D1.25 - Cannabis-Fruit-Veggie Syndrome: From Respiratory Symptoms to Life-Threatening Anaphylaxis

The clinical relevance of Cannabis sativa allergy is rising globally due to increasing consumption. Clinical manifestations vary in severity from respiratory symptoms to severe systemic reactions following the ingestion of certain fruits or vegetables via cross-reactivity mechanisms. The diagnostic process is often complicated by concomitant sensitization to other aeroallergens and legal considerations.

A 24-year-old male presented for an allergy consultation reporting a two-year history of persistent rhinoconjunctivitis, worsening during summer, which responded to antihistamines. He subsequently admitted to frequent cannabis use associated with respiratory symptoms (cough, wheezing, dyspnea, sneezing, rhinorrhea). He also reported episodes of non-severe angioedema after consuming hummus and peach, and one episode of anaphylaxis (angioedema, pruritus, dyspnea, fatigue) after eating mandarins and apples, requiring emergency medical intervention. Evaluation included spirometry, ALEX2 multiplex test, respiratory allergen panels, and citrus-specific IgE. The patient is a chronic smoker (12 pack-years) and is treated with Levetiracetam for epilepsy.

Citrus-specific IgE was positive. The respiratory panel identified sensitization to tree, grass, and weed pollens. The ALEX2 test revealed primary sensitization to Can s 3 (Cannabis) at 5.41 kU/L, alongside a robust nsLTP sensitization profile: Pru p 3 (10.52 kU/L), Cor a 8 (7.99 kU/L), Ara h 9 (7.47 kU/L), Zea m 14 (7.72 kU/L), Jug r 3 (7.07 kU/L), Mal d 3 (7.01 kU/L), Api g 2 (3.70 kU/L), Pla a 3 (2.49 kU/L), Vit v 1 (2.10 kU/L), and Act d 10 (0.83 kU/L). PR-10 sensitizations were also noted (Fra a 1: 14.18 kU/L, Cor a 1: 6.66 kU/L, Mal d 1: 4.26 kU/L, and Fag s 1: 3.47 kU/L); however, apart from the specific triggers mentioned, the others were clinically tolerated both raw and cooked. Spirometry confirmed a reversible obstructive pattern (FEV1 increase of 240 mL). Serum tryptase was within normal limits. Following the initiation of therapy, strict cannabis cessation, and dietary eviction of high-load LTP foods, the patient’s evolution was favorable. An adrenaline autoinjector was prescribed.

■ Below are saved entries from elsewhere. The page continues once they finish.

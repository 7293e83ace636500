//! SVG plots: training curves, samples beside data, and weighted samples over a density.
//!
//! Text is left to the SVG viewer (no fonts are bundled), so the files stay small and
//! portable.

use std::path::Path;

use plotters::prelude::*;

use crate::error::{Error, Result};
use crate::tabular::table::Table;
use crate::tabular::train::History;

fn plot_err(e: impl std::fmt::Display) -> Error {
    Error::Plot(e.to_string())
}

fn finish(svg: String, path: &Path) -> Result<()> {
    crate::util::fs::write_atomic(path, svg.as_bytes())
}

fn range(v: impl Iterator<Item = f64>) -> (f64, f64) {
    let (mut lo, mut hi) = (f64::INFINITY, f64::NEG_INFINITY);
    for x in v.filter(|x| x.is_finite()) {
        lo = lo.min(x);
        hi = hi.max(x);
    }
    if !lo.is_finite() {
        return (0.0, 1.0);
    }
    let pad = ((hi - lo) * 0.05).max(1e-9);
    (lo - pad, hi + pad)
}

/// Train and validation ELBO per epoch (per row divided by `dims`, standardised units).
///
/// # Errors
/// [`Error::Io`] if the file cannot be written.
pub fn elbo_curve_svg(history: &History, dims: usize, path: impl AsRef<Path>) -> Result<()> {
    elbo_curves_svg(&[history], dims, path)
}

/// As [`elbo_curve_svg`] for the models of an ensemble. With several models each has its
/// own colour, labelled with its number in the file (from 1): its validation curve thick,
/// its training curve thin and pale.
///
/// # Errors
/// [`Error::Io`] if the file cannot be written.
pub fn elbo_curves_svg(histories: &[&History], dims: usize, path: impl AsRef<Path>) -> Result<()> {
    let d = dims.max(1) as f64;
    let several = histories.len() > 1;
    let mut curves = Vec::new();
    for (m, history) in histories.iter().enumerate() {
        let train: Vec<(f64, f64)> = history
            .epochs
            .iter()
            .map(|r| (r.epoch as f64, r.train_elbo / d))
            .collect();
        let val: Vec<(f64, f64)> = history
            .epochs
            .iter()
            .filter_map(|r| r.val_elbo.map(|v| (r.epoch as f64, v / d)))
            .collect();
        if several {
            // The model's label goes with its thick curve, or with its only one.
            let labelled = val.is_empty();
            curves.push(Curve {
                label: labelled.then(|| format!("model {}", m + 1)),
                points: train,
                colour: m,
                thin: !labelled,
            });
            if !val.is_empty() {
                curves.push(Curve {
                    label: Some(format!("model {}", m + 1)),
                    points: val,
                    colour: m,
                    thin: false,
                });
            }
        } else {
            curves.push(Curve::plain("training", train, 0));
            if !val.is_empty() {
                curves.push(Curve::plain("validation", val, 1));
            }
        }
    }
    let title = if several {
        "ELBO per dimension by epoch (standardised units; thick: validation, thin: training)"
    } else {
        "ELBO per dimension by epoch (standardised units)"
    };
    draw_curves(
        title,
        "epoch",
        "ELBO / dimension (nats)",
        &curves,
        path.as_ref(),
    )
}
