def single_angles(case: Case, spec: DesignSpec, forces: Sequence[SegmentForces]) -> tuple[str, ...]:
    """A single angle in compression passes only when the case says its load arrives at the centroid
    (``[design] angle_load = "concentric"``): an angle connected through one leg is loaded off its centroid, and
    the standards treat it by rules of their own that these checks do not apply."""
    if spec.angle_load == "concentric":
        return ()
    out = []
    for i, (info, f) in enumerate(zip(case.segments, forces)):
        kind = getattr(type(info.shape), "kind", "") if info.shape is not None else ""
        if kind != "angle" or f.compression <= 0:
            continue
        if spec.angle_load == "one leg":
            out.append(f"segment {i + 1} ('{info.name}'): a single angle loaded through one leg: the standard's own "
                       "rules for it (EN 1993-1-1 Annex BB.1.2, AISC 360 E5, from memory) are not offered; model "
                       "the eccentricity of the connection as a moment instead, or check it by hand")
        else:
            out.append(f"segment {i + 1} ('{info.name}'): a single angle: say how its load arrives "
                       "([design] angle_load = \"concentric\" when at its centroid, \"one leg\" when through one "
                       "leg); it is " + ANGLE_ROUTE)
    return tuple(out)


def bending_unchecked(case: Case) -> tuple[str, ...]:
    """A column that carries bending moments (eccentric loads, lateral loads, applied moments) is not checked by
    its axial force alone: the sentence saying so for the axial-only checks of sizing candidates, or nothing
    when the case has no such actions (the check of a case makes the member checks with bending instead:
    :func:`fea.design.beam_column.bending_of_case`)."""
    got = bending_actions(case)
    if got is None:
        return ()
    what, where = got
    return (f"the column carries bending ({', '.join(what)}, {where}): its axial checks alone do not cover "
            "the member with bending (axial force and moment together)",)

This case identifies cannabis as a primary sensitizer for the nsLTP family, capable of triggering severe systemic reactions. Molecular diagnosis and detailed anamnesis were essential for establishing the diagnosis, risk stratification, and therapeutic management, particularly for a patient with comorbidities where systemic safety is a priority.